_About this exercise_
Only one stretch of the data below is needed. Output the lines from the one with "content.map((line, i) =>" up to and including the one with "let y = 190;", exactly as they stand.

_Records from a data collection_
◆ ◆ ◆

// The engine's WebAssembly kernels (decision 0049): compiled by `npm run build:kernels` into
// ../wasm.ts, and called through ../index.ts.
export { fillNormals, seedNormals } from "./normals";
export { countRanks } from "./ranks";
export { cholesky } from "./linear";
export { exp, ln } from "./fdlibm";

/** Where the caller's arrays may start: above the kernels' own static data. */
export function heapBase(): usize {
  return __heap_base;
}
export { fitAt } from "./fit";
export { scoreStudy } from "./importance";
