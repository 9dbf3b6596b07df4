// The share image of a version or one comparison (Open Graph / social cards, 1200 × 630): the
// title, what the evidence says, the certainty in words with the product's mark, and the product's
// name. Drawn as SVG and rendered to PNG by resvg (@resvg/resvg-js, whose binary comes inside its npm
// package) with the fonts the app ships. Frozen versions never change, so each image is rendered once
// per process and kept (bounded), keyed by what it shows.
import { mkdtempSync, readFileSync, writeFileSync } from "node:fs";
import { createRequire } from "node:module";
import { tmpdir } from "node:os";
import path from "node:path";
import { renderAsync } from "@resvg/resvg-js";
import type { TFunction } from "i18next";
import { briefContent, comparisonContent } from "#core/brief-page";
import { certaintySteps, type Rating } from "#core/grade/certainty";
import { messageText } from "#core/message";
import type { Locale } from "#core/locales";
import type { VersionSnapshot } from "#core/snapshot/schema";
import { escapeXml } from "./feed";
import { sfntFromWoff } from "./woff";

export const shareImageSize = { width: 1200, height: 630 } as const;

const require = createRequire(import.meta.url);
const fontSources = [
  "@fontsource/source-serif-4/files/source-serif-4-latin-400-normal.woff",
  "@fontsource/source-serif-4/files/source-serif-4-latin-600-normal.woff",
  "@fontsource/inter/files/inter-latin-600-normal.woff",
  "@fontsource/noto-naskh-arabic/files/noto-naskh-arabic-arabic-400-normal.woff",
  "@fontsource/noto-naskh-arabic/files/noto-naskh-arabic-arabic-600-normal.woff",
];

let fontFiles: string[] | null = null;
/** The shipped WOFF fonts as TrueType files the renderer can read, written once per process. */
function fonts(): string[] {
  if (!fontFiles) {
    const folder = mkdtempSync(path.join(tmpdir(), "fairweigh-fonts-"));
    fontFiles = fontSources.map((source) => {
      const file = path.join(folder, `${path.basename(source, ".woff")}.ttf`);
      writeFileSync(file, sfntFromWoff(readFileSync(require.resolve(source))));
      return file;
    });
  }
  return fontFiles;
}


/**
 * Words into at most `lines` lines of about `perLine` characters (an average glyph is about half
 * the font size wide in these faces); the last line ends in "…" when text is left over.
 */
export function wrap(text: string, perLine: number, lines: number): string[] {
  const out: string[] = [];
  let line = "";
  for (const word of text.split(/\s+/).filter(Boolean)) {
    if (line && (line + " " + word).length > perLine) {
      out.push(line);
      line = word;
      if (out.length === lines) break;
    } else line = line ? `${line} ${word}` : word;
  }
  if (out.length < lines && line) out.push(line);
  const used = out.join(" ").length;
  if (used < text.replace(/\s+/g, " ").trim().length) out[out.length - 1] = `${out[out.length - 1]!.replace(/[\s,.;:]*\S{0,3}$/, "")}…`;
  return out;
}

interface ImageText {
  kicker: string;
  title: string;
  statement: string | null;
  certainty: { label: string; rating: Rating } | null;
  footer: string;
  fictional: string | null;
}

function svgOf(text: ImageText, rtl: boolean): string {
  const { width, height } = shareImageSize;
  const margin = 72;
  const x = rtl ? width - margin : margin;
  const anchor = rtl ? `text-anchor="end" direction="rtl"` : "";
  const serif = rtl ? "Noto Naskh Arabic" : "Source Serif 4";
  // The shipped Inter file names its family by its weight.
  const sans = rtl ? "Noto Naskh Arabic" : "'Inter SemiBold', Inter";
  const lines = (content: string[], y: number, size: number, weight: number, family: string, leading = 1.2) =>
    content.map((line, i) => `<text x="${x}" y="${y + i * size * leading}" font-family="${family}" font-size="${size}" font-weight="${weight}" fill="#1d1a17" ${anchor}>${escapeXml(line)}</text>`).join("");
  const title = wrap(text.title, 36, 3);
  let y = 190;
  const parts = [
    `<rect width="${width}" height="${height}" fill="#fbf8f3"/>`,
    `<rect width="${width}" height="14" fill="#6d1f35"/>`,
    // The product's name is Latin in every language.
    `<text x="${x}" y="104" font-family="'Inter SemiBold', Inter" font-size="26" font-weight="600" fill="#6d1f35" letter-spacing="2" ${rtl ? `text-anchor="end"` : ""}>${escapeXml(text.kicker)}</text>`,
    lines(title, y, 56, 600, serif),
  ];
  y += title.length * 56 * 1.2 + 20;
  if (text.statement) {
    const statement = wrap(text.statement, 60, 4);
    parts.push(lines(statement, y, 34, 400, serif, 1.3));
    y += statement.length * 34 * 1.3;
  }
  if (text.certainty) {
    const filled = certaintySteps(text.certainty.rating);
    const label = escapeXml(text.certainty.label);
    // The mark beside the words, on the side the text starts from.
    const markX = rtl ? margin : width - margin - 78;
    const steps = [0, 1, 2, 3].map((i) => `<rect x="${markX + i * 21}" y="${height - 110 - (3 + i * 3) * 3 + 9}" width="15" height="${(3 + i * 3) * 3}" fill="${i < filled ? "#6d1f35" : "none"}" stroke="#6d1f35" stroke-width="3"/>`).join("");
    parts.push(`<text x="${x}" y="${height - 110}" font-family="${sans}" font-size="30" font-weight="600" fill="#6d1f35" ${anchor}>${label}</text>`, steps);
  }
  parts.push(`<text x="${x}" y="${height - 52}" font-family="${sans}" font-size="22" font-weight="600" fill="#5b554d" ${anchor}>${escapeXml(text.footer)}</text>`);
  if (text.fictional) {
    // Opposite the product's name, on the top line: never hidden by a long footer.
    const fx = rtl ? margin : width - margin;
    parts.push(`<text x="${fx}" y="104" font-family="${sans}" font-size="24" font-weight="600" fill="#6d1f35" text-anchor="${rtl ? "start" : "end"}">${escapeXml(text.fictional)}</text>`);
  }
  return `<svg xmlns="http://www.w3.org/2000/svg" width="${width}" height="${height}" viewBox="0 0 ${width} ${height}">${parts.join("")}</svg>`;
}

/**
 * The renderer shapes a line in one face and cannot mix faces within it, and the Arabic face the app
 * ships holds Arabic script only: in an Arabic image, digits are written in Arabic-Indic form and
 * Latin punctuation in its Arabic equivalent. Null when Latin letters remain (an untranslated name):
 * that image is drawn in English instead (docs/decisions/0028-reach.md).
 */
export function inArabicScript(text: string): string | null {
  const arabic = text
    .replace(/[0-9]/g, (d) => String.fromCharCode(0x0660 + Number(d)))
    .replace(/%/g, "\u066A")
    .replace(/[,·]/g, "\u060C")
    .replace(/\./g, "\u06D4")
    .replace(/[-–—]/g, "\u2010")
    .replace(/[:()«»"“”]/g, "")
    .replace(/\s+/g, " ")
    .trim();
  return /[\u0021-\u007E\u00A0-\u024F]/.test(arabic) ? null : arabic;
}

export type ShareText = ImageText & { alt: string };

/** The image's words for an Arabic reader, or null when they cannot all be drawn in Arabic script. */
export function arabicImageText(text: ShareText): ShareText | null {
  const title = inArabicScript(text.title);
  const statement = text.statement === null ? null : inArabicScript(text.statement);
  const footer = inArabicScript(text.footer);
  const fictional = text.fictional === null ? null : inArabicScript(text.fictional);
  const certainty = text.certainty ? inArabicScript(text.certainty.label) : null;
  if (title === null || footer === null || (text.statement !== null && statement === null) || (text.certainty && certainty === null) || (text.fictional !== null && fictional === null)) return null;
  return { ...text, title, statement, footer, fictional, certainty: text.certainty ? { ...text.certainty, label: certainty! } : null };
}

/** What a version's or a comparison's image says; null when the version has no such comparison. */
export function shareImageText(snapshot: VersionSnapshot, pair: { a: string; b: string } | null, t: TFunction, locale: Locale): ShareText | null {
  const footer = t("share.footer", { version: snapshot.version });
  const fictional = snapshot.brief.demo ? t("embed.fictional") : null;
  if (!pair) {
    const view = briefContent(snapshot);
    const text = { kicker: "FAIRWEIGH", title: view.title, statement: t("share.versionStatement", { condition: view.condition, population: view.population }), certainty: null, footer, fictional };
    return { ...text, alt: `${view.title}. ${text.statement}` };
  }
  const view = comparisonContent(snapshot, pair.a, pair.b);
  if (!view) return null;
  const first = view.outcomes[0]!;
  const statement = first.statement ? messageText(t, locale, first.statement) : null;
  const certainty = first.certainty ? { label: `${t("brief.certainty")}: ${t(`certainty.rating.${first.certainty}`)}`, rating: first.certainty } : null;
  const title = t("brief.versus", { treatment: view.treatment.name, comparator: view.comparator.name });
  return {
    kicker: "FAIRWEIGH",
    title,
    statement,
    certainty,
    footer: `${view.title} · ${footer}`,
    fictional,
    alt: [title, statement, certainty?.label].filter(Boolean).join(". "),
  };
}

const rendered = new Map<string, Promise<Buffer>>();
/** Enough for every version and comparison readers share at once; the oldest go first. */
const keep = 500;

/** The PNG of one image, rendered once per key and kept (rendering runs off the event loop, in libuv's pool). */
export function shareImage(key: string, text: ImageText, rtl: boolean): Promise<Buffer> {
  const known = rendered.get(key);
  if (known) {
    rendered.delete(key);
    rendered.set(key, known);
    return known;
  }
  const svg = svgOf(text, rtl);
  const promise = renderAsync(svg, { font: { fontFiles: fonts(), loadSystemFonts: false, defaultFontFamily: "Source Serif 4" }, fitTo: { mode: "original" } }).then((image) => Buffer.from(image.asPng()));
  promise.catch(() => rendered.delete(key));
  rendered.set(key, promise);
  if (rendered.size > keep) rendered.delete(rendered.keys().next().value!);
  return promise;
}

◆ ◆ ◆

_Answer to this task_
    content.map((line, i) => `<text x="${x}" y="${y + i * size * leading}" font-family="${family}" font-size="${size}" font-weight="${weight}" fill="#1d1a17" ${anchor}>${escapeXml(line)}</text>`).join("");
  const title = wrap(text.title, 36, 3);
  let y = 190;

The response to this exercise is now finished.